Guys that have decent equipment and drive 25 miles between jobs for $35 before discount may have a little money in their pocket at the end of the week (or 60 days). The following spring when they are getting equipment ready and/or upgrading, they find that the money that was in their pocket wasn't enough to make it into the bank.


----------



## nurumkin (Sep 28, 2012)

*re*



GTX63 said:


> Guys that have decent equipment and drive 25 miles between jobs for $35 before discount may have a little money in their pocket at the end of the week (or 60 days). The following spring when they are getting equipment ready and/or upgrading, they find that the money that was in their pocket wasn't enough to make it into the bank.
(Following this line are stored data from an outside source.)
def test_a_failing_run_does_not_stop_the_others(tmp_path: Path, monkeypatch: pytest.MonkeyPatch,
                                                capsys: pytest.CaptureFixture[str]) -> None:
    path = _write(tmp_path, "grid:\n  train.seed: [1, 2]\n")
    runs = expand_sweep(load_config(path))
    folders = [tmp_path / "runs" / "ferry" / run_id(r) for r in runs]
    calls: list[tuple[str, bool]] = []

    def crash_first(n: int, cfg: Config, kw: dict[str, Any]) -> dict[str, Any]:
        if n == 1:  # training of the first run raises, as a bug in a method would
            kw["on_step"] = lambda step: (_ for _ in ()).throw(RuntimeError("simulated crash"))
        return kw

    monkeypatch.setattr(runner, "execute_run", _counting(calls, crash_first))
    assert sweep_command(path, []) == 1  # documented: 1 when some run failed
    assert [c[0] for c in calls] == [run_id(r) for r in runs]  # the second run still ran
    assert "failed: RuntimeError: simulated crash" in capsys.readouterr().out
    states = [read_status(f) for f in folders]
    assert [s["state"] for s in states] == ["failed", "finished"]
    assert "simulated crash" in states[0]["error"]  # recorded by the runner in status.json
    sweep_dir = tmp_path / "runs" / "ferry" / "sweeps" / "grid"
    assert [r["state"] for r in json.loads((sweep_dir / "sweep.json").read_text())["runs"]] == ["failed", "finished"]
    comparison = json.loads((sweep_dir / "comparison.json").read_text())
    assert comparison["runs"] == 1  # the failed run is listed as left out, never averaged in
    assert [(i["path"], i["state"]) for i in comparison["incomplete"]] == [(str(folders[0]), "failed")]
    # run again: only the failed run is attempted, and now everything finished
    assert sweep_command(path, [], compare=False) == 0
    assert [c[0] for c in calls[2:]] == [run_id(runs[0])]
    assert capsys.readouterr().out.count(" done") == 1


def test_data_file_changed_mid_sweep_is_caught_and_named(tmp_path: Path, monkeypatch: pytest.MonkeyPatch,
                                                         capsys: pytest.CaptureFixture[str]) -> None:
    data = tmp_path / "data"
    shutil.copytree(FERRY, data)
    path = _write(tmp_path, "grid:\n  train.seed: [1, 2, 3]\n", data=data)
    runs = expand_sweep(load_config(path))
    folders = [tmp_path / "runs" / "ferry" / run_id(r) for r in runs]
    train_csv = data / "train.csv"

    def edit_after_first(n: int, cfg: Config, kw: dict[str, Any]) -> dict[str, Any]:
        if n == 2:  # someone re-exports the training file while the sweep runs
            train_csv.write_text(train_csv.read_text(encoding="utf-8").replace(",refund\n", ",schedule\n", 1),
                                 encoding="utf-8")
        return kw

    calls: list[tuple[str, bool]] = []
    monkeypatch.setattr(runner, "execute_run", _counting(calls, edit_after_first))
    assert run_sweep(load_config(path), "grid", compare=False, log=print)["failed"] == [1, 2]
    out = capsys.readouterr().out
    assert f"data file {train_csv.resolve()}" in out and "not mixed into the sweep" in out
    assert f"failed: data file {train_csv.resolve()} changed since the sweep started" in out
    assert [read_status(f)["state"] for f in folders] == ["finished", "failed", "failed"]
    assert str(train_csv.resolve()) in read_status(folders[2])["error"]
    # a fresh sweep on the new file redoes the run made on the old one too, so none are mixed
    calls.clear()
    monkeypatch.setattr(runner, "execute_run", _counting(calls))
    assert run_sweep(load_config(path), "grid", compare=False, log=print)["failed"] == []
    assert "an earlier attempt read other data" in capsys.readouterr().out
    digests = {json.loads((f / "data.json").read_text())["files"][str(train_csv)] for f in folders}
    assert digests == {file_sha256(train_csv)}
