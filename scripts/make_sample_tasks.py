"""Write the two invented demo tasks under sample_tasks/ (seeded, reproducible).

ferry_messages: passenger messages to Merrowlight Ferries, an invented island ferry line, five labels.
reply_check:    a customer question and an agent's reply at Hollowmere Broadband, an invented home-internet
                provider, labelled resolves / does_not_resolve.

Every text comes from templates x slot fillers, with seeded typos, mixed registers and a little label
noise, so neither task can be solved by one keyword. The words are data files beside this script, in
sample_tasks_data/: per task, <task>.yaml holds the templates and slot fillers, <task>.README.template.md
the README text. Standard library plus PyYAML. Run: python scripts/make_sample_tasks.py
"""

from __future__ import annotations

import csv
import random
import re
from collections.abc import Callable, Iterable
from pathlib import Path
from typing import Any, NamedTuple, NoReturn

import yaml

SEED = 2026
OUT = Path(__file__).resolve().parent.parent / "sample_tasks"
DATA = Path(__file__).resolve().parent / "sample_tasks_data"
SPLITS = ("train", "dev", "test")
SPLIT_SHARE = (4, 1, 1)  # train:dev:test, applied per label so every split keeps the class balance

# ---------------------------------------------------------------- shared helpers


def pick(rng: random.Random, items: list[str]) -> str:
    """One item, uniformly."""
    return items[rng.randrange(len(items))]


def add_typos(text: str, rng: random.Random) -> str:
    """Swap, drop or double one letter in one or two longer words, the way fast typists do."""
    words = text.split(" ")
    candidates = [i for i, w in enumerate(words) if len(w) >= 4 and w.isalpha()]
    for i in rng.sample(candidates, min(len(candidates), rng.choice((1, 1, 2)))):
        w = words[i]
        j = rng.randrange(1, len(w) - 1)
        op = rng.choice(("swap", "drop", "double"))
        if op == "swap":
            w = w[:j] + w[j + 1] + w[j] + w[j + 2 :]
        elif op == "drop":
            w = w[:j] + w[j + 1 :]
        else:
            w = w[:j] + w[j] + w[j:]
        words[i] = w
    return " ".join(words)


def dedupe_key(text: str) -> str:
    """Case, spacing and punctuation do not make two texts different."""
    return re.sub(r"[^a-z0-9]+", " ", text.lower()).strip()


def one_line(text: str) -> str:
    """Collapse spaces; a newline would break the one-row-per-text promise."""
    text = re.sub(r"\s+", " ", text).strip()
    if "\n" in text or "\r" in text:
        raise ValueError(f"text spans lines: {text!r}")
    return text
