// unionIslands is islands for any step: a union-find over the body slots.
func (s *Solver) unionIslands(points []Point, rows []Row) {
	b := &s.blk
	im := s.sl.im
	nb := len(im)
	b.parent, b.size, b.start = grow(b.parent, nb), grow(b.size, nb), grow(b.start, nb)
	for i := range b.parent {
		b.parent[i], b.size[i] = int32(i), 0
	}
	dyn := func(i int32) bool { return im[i] > 0 }
	join := func(x, y int32) {
		if dyn(x) && dyn(y) {
			if rx, ry := b.find(x), b.find(y); rx != ry {
				b.parent[max(rx, ry)] = min(rx, ry)
			}
		}
	}
	for i := range points {
		join(s.nrows[i].a, s.nrows[i].b)
	}
	for j := range rows {
		join(s.jrows[j].a, s.jrows[j].b)
	}
	b.root = grow(b.root, len(points))
	b.excess = grow(b.excess, nb)
	for i := range points {
		r := s.pointRoot(i)
		b.root[i] = r
		b.size[r]++
	}
	for j := range rows {
		for _, x := range [2]int32{s.jrows[j].a, s.jrows[j].b} {
			if dyn(x) {
				b.size[b.find(x)] = math.MinInt32 / 2
			}
		}
	}
	sum := int32(0)
	for r := range b.start {
		b.start[r] = sum
		sum += max(b.size[r], 0)
	}
	b.order = grow(b.order, int(sum))
	for i := range points {
		r := b.root[i]
		if b.size[r] > 0 {
			b.order[b.start[r]] = int32(i)
			b.start[r]++
		}
	}
	for r := range b.start {
		b.start[r] -= max(b.size[r], 0)
	}
	s.orderBands() // band.go
}

// pointRoot is the island root of point i: that of its dynamic body.
func (s *Solver) pointRoot(i int) int32 {
	r := &s.nrows[i]
	if s.sl.im[r.a] > 0 {
		return s.blk.find(r.a)
	}
	return s.blk.find(r.b)
}

// blockSolve solves the normal rows of every island with 2 to MaxBlock
// points exactly, on the real velocities (pseudo false, targets the rows')
// or on the pseudo-velocities of the position pass (pseudo true, targets
// pTarget, impulses pN).
//
// After sweeps that did not converge (final), friction joins the system
// of every island small enough (maxFrictionBlock); before them only where
// masses differ (blockFrictionRatio) or loose points join as normal rows
// (denseloose.go). A tall island (band.go) is solved with friction before
// and after the sweeps.
//
// After the sweeps the solve is spent only on islands whose last sweep had
// not converged, in the position pass only on islands with a penetration
// to remove.
func (s *Solver) blockSolve(pseudo, final bool) {
	b := &s.blk
	for r := range b.size {
		n := int(b.size[r])
		if n > s.Settings.MaxBlock && !b.band.ok[r] {
			continue
		}
		nf := n // the points whose friction rows may join the system
		if n > maxFrictionBlock {
			nf = int(b.band.cut[r]) // its loose points last (band.go)
			if n > s.Settings.MaxBlock || b.band.tall[r] {
				n = nf // left to the sweeps; else normal rows (denseloose.go)
			}
			if !pseudo && !final && nf > maxFrictionBlock {
				s.dropLoose(b.order[b.start[r]:int(b.start[r])+nf], b.order[int(b.start[r])+nf:b.start[r]+b.size[r]]) // banded: bandloose.go
			}
		}
		if n < 2 {
			continue
		}
		idx := b.order[b.start[r] : int(b.start[r])+n]
		switch {
		case pseudo && !s.penetrates(idx):
			continue
		case final && b.excess[r] <= s.Settings.Tolerance:
			continue
		}
		if !s.solveIsland(idx, nf, pseudo, final) && final {
			s.settlePatches(idx) // twist.go
		}
	}
}

// warmSolved reports whether the warm start already solves the normal rows
// of points idx to the precision the solve works to: every pressing row's
// velocity within Tolerance of its target, or within warmExact of the
// velocity change of its impulse (the shift's own share, blockShift, lets
// the direct solve be off by as much), and no free row approaching faster
// than Tolerance (the direct solve's own test for a row to enter). A
// resting island whose load has not changed since last step passes.
//
// Tolerance is where the sweeps that follow stop, and their first sweep
// still moves each row by its whole error: a warm start within it leaves
// them the same work the factorisation would have left, and a load that
// changes by more (a new contact, a part that tips) fails the test and is
// solved directly again, so a row's error cannot build up from step to
// step. A point that slides keeps the exact test (slides).
func (s *Solver) warmSolved(idx []int32) bool {
	vel, tol := s.sl.vel, s.Settings.Tolerance
	for _, i := range idx {
		r := &s.nrows[i]
		e := r.cdot(vel) - r.target
		exact := warmExact * r.lambda * r.k
		if !s.slides(i) {
			exact = max(exact, tol)
		}
		if e < -tol || r.lambda > 0 && math.Abs(e) > exact {
			return false
		}
	}
	return true
}

// slides reports whether point i's friction is, or may be, mu times its
// normal impulse this step: its patch slides (classifyPatches), or the
// point uses the kinetic coefficient, slid or slipped last step. Such a
// point's friction takes every error of its normal impulse, and a slide's
// deceleration is then off by it step after step, so its warm start must
// be exact to count as solved.
func (s *Solver) slides(i int32) bool {
	ps := &s.pts[i]
	if ps.patch > 0 {
		return s.patches.list[ps.patch-1].sliding
	}
	return ps.prevSliding || ps.prevSlips > 0 || ps.mu != ps.muS
}

// warmExact is the relative error in a pressing row's velocity that the
// warm start may keep in place of the direct solve: blockShift, the
// precision of the solve itself.
const warmExact = blockShift
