func (r *reader) pairs(root section) {
	list, ok := r.sections(root, "pair")
	if !ok {
		return
	}
	seen := map[[2]string]int{}
	for i, m := range list {
		path := []string{"pair", strconv.Itoa(i)}
		sec := section{m: m, path: path, name: fmt.Sprintf("[[pair]] number %d", i+1), pre: fmt.Sprintf("[[pair]] number %d: ", i+1)}
		var k pairKeys
		r.decode(sec, &k)
		names, ok := r.pairNames(&sec, k.Materials)
		if !ok {
			continue
		}
		good := r.knownMaterial(names[0], k.Materials.path, sec.pre)
		good = r.knownMaterial(names[1], k.Materials.path, sec.pre) && good
		key := [2]string{min(names[0], names[1]), max(names[0], names[1])}
		if j, dup := seen[key]; dup {
			r.errAt(path, "%sthis pair of materials is already given in the [[pair]] at line %d", sec.pre, r.s.Pairs[j].Line)
			continue
		}
		p := Pair{A: names[0], B: names[1], Line: r.s.lines.line(path)}
		p.Friction, p.StaticFriction, p.Restitution = r.coefficients(sec, k.contactKeys)
		p.Stiffness = r.stiffness(sec, k.Stiffness)
		if p.Friction == nil && p.StaticFriction == nil && p.Restitution == nil && len(m) == 1 {
			r.errAt(path, "%sgive at least one of friction, static_friction, restitution and stiffness", sec.pre)
		}
		if good {
			seen[key] = len(r.s.Pairs)
			r.s.Pairs = append(r.s.Pairs, p)
		}
	}
}

// pairNames reads the two material names of a [[pair]] and names sec by
// them.
func (r *reader) pairNames(sec *section, mats value) ([2]string, bool) {
	if !mats.Given() {
		r.errAt(sec.path, "%smaterials is missing: name the two materials, e.g. materials = [\"abs\", \"steel\"]", sec.pre)
		return [2]string{}, false
	}
	a, ok := mats.v.([]any)
	var names []string
	for _, x := range a {
		if s, isStr := x.(string); isStr {
			names = append(names, s)
		}
	}
	if !ok || len(a) != 2 || len(names) != 2 {
		r.errAt(mats.path, "%smaterials must name two materials, e.g. [\"abs\", \"steel\"], got %s", sec.pre, show(mats.v))
		return [2]string{}, false
	}
	sec.pre = fmt.Sprintf("[[pair]] %s/%s: ", names[0], names[1])
	return [2]string{names[0], names[1]}, true
}

func (r *reader) bodies(root section) {
	if _, ok := root.m["body"]; !ok {
		r.errAt(nil, "the scene has no bodies: add at least one [[body]] section")
		return
	}
	list, ok := r.sections(root, "body")
	if !ok {
		return
	}
	names := map[string]int{}
	dynamic := 0
	for i, m := range list {
		b, ok := r.body(i, m)
		if !ok {
			continue
		}
		if j, dup := names[b.Name]; dup {
			r.errAt([]string{"body", strconv.Itoa(i), "name"}, "body %q: the name is already used by the body at line %d; names must be unique", b.Name, r.s.Bodies[j].Line)
			continue
		}
		names[b.Name] = len(r.s.Bodies)
		if !b.Static {
			dynamic++
		}
		r.s.Bodies = append(r.s.Bodies, b)
	}
	if dynamic == 0 && r.n == 0 {
		r.errAt([]string{"body"}, "the scene has no moving body: every body is static; give one a density or mass and leave out static = true")
	}
}

// bodyKeys are the keys of a [[body]].
type bodyKeys struct {
	Name         Text     `toml:"name"`
	Shape        Table    `toml:"shape"`
	Static       Flag     `toml:"static"`
	Driven       Flag     `toml:"driven"`
	Material     Text     `toml:"material"`
	Density      Quantity `toml:"density"`
	Mass         Quantity `toml:"mass"`
	Position     Vector   `toml:"position"`
	Orientation  value    `toml:"orientation"` // "random" or a table (orientation)
	Velocity     Vector   `toml:"velocity"`
	Spin         Vector   `toml:"spin"`
	CenterOfMass Vector   `toml:"center_of_mass"`
	Inertia      value    `toml:"inertia"` // a 3x3 matrix or its 6 entries (mass.go)
}

func (r *reader) body(i int, m map[string]any) (Body, bool) {
	path := []string{"body", strconv.Itoa(i)}
	sec := section{m: m, path: path, name: fmt.Sprintf("[[body]] number %d", i+1), pre: fmt.Sprintf("[[body]] number %d: ", i+1)}
	b := Body{Line: r.s.lines.line(path), Orientation: mgl64.QuatIdent()}
	name, ok := r.required(sec, "name", "every body needs a unique name = \"...\"")
	if !ok {
		return b, false
	}
	b.Name = name
	sec.name = fmt.Sprintf("body %q", name)
	sec.pre = fmt.Sprintf("body %q: ", name)
	nerr := r.n
	var k bodyKeys
	r.decode(sec, &k)

	static, staticGiven := r.flag(sec, k.Static, false)
	driven, drivenGiven := r.flag(sec, k.Driven, false)
	if static && driven {
		r.errAt(k.Driven.path, "%sa body is either static (it never moves) or driven (it moves as a [[drive]] says), not both", sec.pre)
	}
	b.Static, b.Driven = static || driven, driven
	staticGiven = staticGiven || drivenGiven
	if mat, ok := r.text(sec, k.Material); ok {
		if r.knownMaterial(mat, k.Material.path, sec.pre) {
			b.Material = mat
		}
	}
	b.Position, _ = r.vec3(sec, k.Position, Length, shapes.Vec3{})
	b.Velocity, _ = r.vec3(sec, k.Velocity, Speed, shapes.Vec3{})
	b.Spin, _ = r.vec3(sec, k.Spin, AngularSpeed, shapes.Vec3{})
	r.orientation(sec, k.Orientation, &b, i)

	shapeSec, ok := r.subTable(sec, k.Shape, fmt.Sprintf("the shape of body %q", name), sec.pre+"shape ")
	if !ok {
		if !k.Shape.Given() {
			r.errAt(path, "%sshape is missing: give one of shape = { box = [x, y, z] }, { sphere = r }, { cylinder = [r, length] }, { capsule = [r, length] }, { plane = [nx, ny, nz] }, { mesh = \"part.stl\" }", sec.pre)
		}
		return b, false
	}
	r.shape(shapeSec, &b, staticGiven)
	r.massOf(sec, k, &b)
	if b.Static {
		r.noMotion(sec, k, static, driven)
	}
	if r.n > nerr || b.Shape == nil {
		return b, false
	}
	if !b.Static {
		r.massProps(&b, k.Shape.path, sec.pre)
		r.measured(sec, k.CenterOfMass, k.Inertia, &b)
	}
	return b, r.n == nerr
}

// noMotion refuses the keys of motion and mass on a body that does not
// move by contact.
func (r *reader) noMotion(sec section, k bodyKeys, static, driven bool) {
	why, what := "remove it, or leave out static = true", "a static body does not move"
	switch {
	case driven:
		why, what = "remove it, or leave out driven = true", "a driven body moves only as its [[drive]] says"
	case !static:
		why = "remove it (planes and meshes kept as triangles are always static)"
	}
	for _, v := range []value{k.Density.value, k.Mass.value, k.Velocity.value, k.Spin.value, k.CenterOfMass.value, k.Inertia} {
		if v.Given() {
			r.errAt(v.path, "%s%s, so it takes no %s; %s", sec.pre, what, v.key, why)
		}
	}
}

// massOf reads the density and the mass, and keeps one for a moving body.
func (r *reader) massOf(sec section, k bodyKeys, b *Body) {
	density, hasDensity := r.scalar(sec, k.Density, Density, 0)
	mass, hasMass := r.scalar(sec, k.Mass, Mass, 0)
	if b.Static {
		return
	}
	switch {
	case k.Density.Given() && k.Mass.Given():
		r.errAt(k.Mass.path, "%sgive either density or mass, not both", sec.pre)
	case !k.Density.Given() && !k.Mass.Given():
		r.errAt(sec.path, "%sa moving body needs a density (e.g. density = \"1.05 g/cm3\") or a mass; or set static = true", sec.pre)
	case hasDensity && !(density > 0):
		r.errAt(k.Density.path, "%sdensity must be positive, got %s", sec.pre, show(k.Density.v))
	case hasMass && !(mass > 0):
		r.errAt(k.Mass.path, "%smass must be positive, got %s", sec.pre, show(k.Mass.v))
	case hasDensity:
		b.Density = density
	case hasMass:
		b.Mass = mass
	}
}

// massProps fills b.Props for a dynamic body.
func (r *reader) massProps(b *Body, path []string, pre string) {
	var unit shapes.Mass // at density 1
	switch {
	case b.Part != nil:
		unit = b.Part.Mass(1)
	case b.Kind == "pieces":
		unit = b.Shape.(*shapes.Compound).Mass(1)
	default:
		c, ok := b.Shape.(shapes.Convex)
		if !ok {
			r.errAt(path, "%sthis shape cannot move", pre)
			return
		}
		unit = c.Mass(1)
	}
	switch {
	case math.IsInf(unit.Volume, 0) || math.IsNaN(unit.Volume):
		r.errAt(path, "%sthe shape is too large: its volume overflows; give its sizes in the scene's length unit", pre)
		return
	case !(unit.Volume > 0):
		r.errAt(path, "%sthe shape has no volume, so it has no mass", pre)
		return
	}
	if b.Density > 0 {
		b.Props = unit.Scaled(b.Density)
	} else {
		b.Props = unit.WithMass(b.Mass)
	}
	r.finiteProps(b, path, pre)
	if !(b.Props.Mass > 0) || math.IsInf(b.Props.Mass, 0) {
		r.errAt(path, "%smass must be positive and finite, got %g kg", pre, b.Props.Mass)
	}
}

// orientationKeys are the keys of a table orientation.
type orientationKeys struct {
	Axis       Vector   `toml:"axis"`
	Angle      Quantity `toml:"angle"`
	Quaternion value    `toml:"quaternion"` // [w, x, y, z]
}

// orientation reads the orientation of a body or a piece: "random" or a
// table of orientationKeys.
func (r *reader) orientation(sec section, o value, b *Body, index int) {
	if !o.Given() {
		return
	}
	v, path := o.v, o.path
	if s, isStr := v.(string); isStr {
		if s != "random" {
			r.errAt(path, "%sorientation must be \"random\" or a table { axis = [x, y, z], angle = degrees }, got %q", sec.pre, s)
			return
		}
		b.RandomOrientation = true
		rng := rand.New(rand.NewPCG(r.s.World.Seed, uint64(index)))
		b.Orientation = RandomOrientation(rng)
		return
	}
	m, isMap := v.(map[string]any)
	if !isMap {
		r.errAt(path, "%sorientation must be \"random\" or a table { axis = [x, y, z], angle = degrees }, got %s", sec.pre, show(v))
		return
	}
	osec := section{m: m, path: path, name: fmt.Sprintf("the orientation of body %q", b.Name), pre: sec.pre + "orientation "}
	var k orientationKeys
	r.decode(osec, &k)
	if k.Quaternion.Given() {
		if k.Axis.Given() || k.Angle.Given() {
			r.errAt(path, "%sorientation: give either quaternion or axis and angle, not both", sec.pre)
			return
		}
		q, ok := r.quaternion(sec, k.Quaternion)
		if ok {
			b.Orientation = q
		}
		return
	}
	axis, okA := r.vec3(osec, k.Axis, Dimensionless, shapes.Vec3{})
	angle, okN := r.scalar(osec, k.Angle, Angle, 0)
	if !k.Axis.Given() || !k.Angle.Given() {
		r.errAt(path, "%sorientation needs both axis = [x, y, z] and angle = degrees", sec.pre)
		return
	}
	if !okA || !okN {
		return
	}
	if !(axis.Len() > 1e-12) {
		r.errAt(k.Axis.path, "%sorientation axis must not be zero", sec.pre)
		return
	}
	b.Orientation = mgl64.QuatRotate(angle, axis.Normalize())
}

// quaternion reads an orientation written as a quaternion [w, x, y, z].
func (r *reader) quaternion(sec section, qv value) (shapes.Quat, bool) {
	a, isArr := qv.v.([]any)
	if !isArr || len(a) != 4 {
		r.errAt(qv.path, "%sorientation quaternion must be [w, x, y, z], got %s", sec.pre, show(qv.v))
		return shapes.Quat{}, false
	}
	var q [4]float64
	for i, x := range a {
		f, ok := r.quantity(x, Dimensionless, sub(qv.path, strconv.Itoa(i)), sec.pre+"orientation quaternion")
		if !ok {
			return shapes.Quat{}, false
		}
		q[i] = f
	}
	quat := mgl64.Quat{W: q[0], V: mgl64.Vec3{q[1], q[2], q[3]}}
	if l := quat.Len(); !(l > 1e-9) {
		r.errAt(qv.path, "%sorientation quaternion must not be zero", sec.pre)
		return shapes.Quat{}, false
	}
	return quat.Normalize(), true
}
I'm not sure if I buy that, lets say you work a 12 hour day and do 20 cuts. That means you spent $120 on fuel (29.4 gal for 500 miles @17mpg) and grossed $700 - 15% = 595=120=475 now while its not great if you do that 5 days week for 5 months (475*5*20= $47,500) seems to me like that is more then enough to cover some new equpment (and take the winter off up in these parts)


----------



## RichR (Sep 22, 2012)

nurumkin said:


> I'm not sure if I buy that, lets say you work a 12 hour day and do 20 cuts. That means you spent $120 on fuel (29.4 gal for 500 miles @17mpg) and grossed $700 - 15% = 595=120=475 now while its not great if you do that 5 days week for 5 months (475*5*20= $47,500) seems to me like that is more then enough to cover some new equpment (and take the winter off up in these parts)


 
Your joking, Right?
$47500 a year minus taxes, minus insurance, minus misc. overhead, minus break downs, minus bogus charge backs? I wish I could live off of 15k a year. My god no wonder prices have plummeted.:wallbash:


----------



## JDRM (Apr 16, 2012)

HERE WE GO AGAIN WITH NUMBERS.......:whistling2::whistling2::whistling2:

:wallbash::wallbash::wallbash::wallbash::wallbash:


----------



## MNP&P (Nov 26, 2012)

One grass route I regularly ran this past season involved four properties and a 300 mile round trip for about $925 gross no discount. Only a handful of photos and minimal upload time. 
In my area I would go broke in no time doing $35 recuts.


----------



## GTX63 (Apr 12, 2012)

If you saw an ad that said "Wanted, people to mow grass. Job sites, hours, and work load are at our discretion. Pay is $100 flat per day." you might think they were nuts. How did you run your business last summer?


----------



## BPWY (Apr 12, 2012)

MNP&P said:


> One grass route I regularly ran this past season involved four properties and a 300 mile round trip for about $925 gross no discount. Only a handful of photos and minimal upload time.
> In my area I would go broke in no time doing $35 recuts.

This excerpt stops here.